President Russell M. Nelson has made this the defining call of the current dispensation: “The choice to come unto Christ is not a matter of physical location; it is a matter of individual commitment.” The gathering is not a demographic project. It is a covenant renewal — and it happens one person at a time, as the seed of Joseph does what Joseph always did: goes out, suffers if necessary, and then turns back toward the family with bread.
The Principle: Scripture Is a Recycling Engine
What unites all of this is something the ancient writers understood and modern readers must relearn: God does not simply tell stories. He writes patterns. And He writes them with the explicit intention that future readers — in future dispensations — will recognize themselves inside the pattern and know what to do next.

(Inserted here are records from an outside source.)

package io.github.gammawright.verification;

import io.github.gammawright.geometry.Quantity;
import io.github.gammawright.verification.KernelInstance.Defect;
import io.github.gammawright.verification.reference.ReferencePoint;
import java.util.HashMap;
import java.util.Map;
import java.util.Optional;

/**
 * What the classes of one definition give at one point, each component with the error that the check of its class allows:
 * from the reference come these bounds alone, never a value.
 */
final class IdentityPoint {

    private final Map<Quantity, CheckedKernel> kernels;
    private final CheckSettings settings;
    private final ReferenceTrio trio;
    private final SamplePoint point;
    private final Map<Quantity, Approximate[]> known = new HashMap<>();

    IdentityPoint(Map<Quantity, CheckedKernel> kernels, CheckSettings settings, ReferenceTrio trio, SamplePoint point) {
        this.kernels = kernels;
        this.settings = settings;
        this.trio = trio;
        this.point = point;
    }

    SamplePoint point() {
        return point;
    }

    /** The components of a quantity of the point alone, row-major. */
    Approximate[] of(Quantity quantity) throws Defect {
        Approximate[] components = known.get(quantity);
        if (components == null) {
            components = with(quantity);
            known.put(quantity, components);
        }
        return components;
    }

    /** The components of a quantity that takes further inputs, exact as they are. */
    Approximate[] with(Quantity quantity, double[]... inputs) throws Defect {
        CheckedKernel kernel = kernels.get(quantity);
        Object object = kernel.construct(point.parameters());
        double[] values = kernel.components(object, point.coordinates(), inputs);
        ReferencePoint.Conditioned conditioned = trio.conditioned(kernel.reference(), point, inputs);
        double largest = ReferenceTrio.largest(conditioned.values());
        double noise = Double.NaN;
        Approximate[] components = new Approximate[values.length];
        for (int i = 0; i < values.length; i++) {
            double error;
            if (conditioned.values().get(i).isZero()) {
                if (values[i] != 0 && Double.isNaN(noise)) {
                    noise = settings.limitMultiple() * trio.noise(kernel.reference(), point, inputs);
                }
                error = values[i] == 0 ? 0 : Math.max(Judge.NOISE * largest, noise);
            } else {
                error = settings.limitMultiple() * conditioned.limits().get(i).toDouble();
            }
            components[i] = new Approximate(values[i], error);
        }
        return components;
    }

    /** Whether a class of the quantity is there. */
    boolean has(Quantity quantity) {
        return kernels.containsKey(quantity);
    }

    /** The class of a quantity, if it is there. */
    Optional<CheckedKernel> kernel(Quantity quantity) {
        return Optional.ofNullable(kernels.get(quantity));
    }
}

When we read Genesis 37 and encounter a young man in a coat of many colors, sold by his brothers and carried west into slavery — we are not reading ancient history in a dusty sense. We are reading our own story told in advance. We are reading the blueprint God laid down so that when His people would be scattered across the earth, they would recognize the hand of God in it and understand their mission.
Joseph was sent. Lehi was sent. Joseph Smith was sent. And those who carry the covenant today are also sent. Not to administer grain. But to carry light. To gather. To bring salvation to those who are bowed down.
He will add. He will multiply. Yosef.
Primary Sources: Genesis 30:23–24; 37:3–28; 45:4–8; 49:22–26; JST Genesis 48:8–11; 50:24–33; Alma 10:3; 2 Nephi 3:2–20; Mosiah 8:15–17; D&C 128:18. Interpreter Foundation CFM Study Aid, Lessons 11–12 (Jonn Claybaugh, 2022).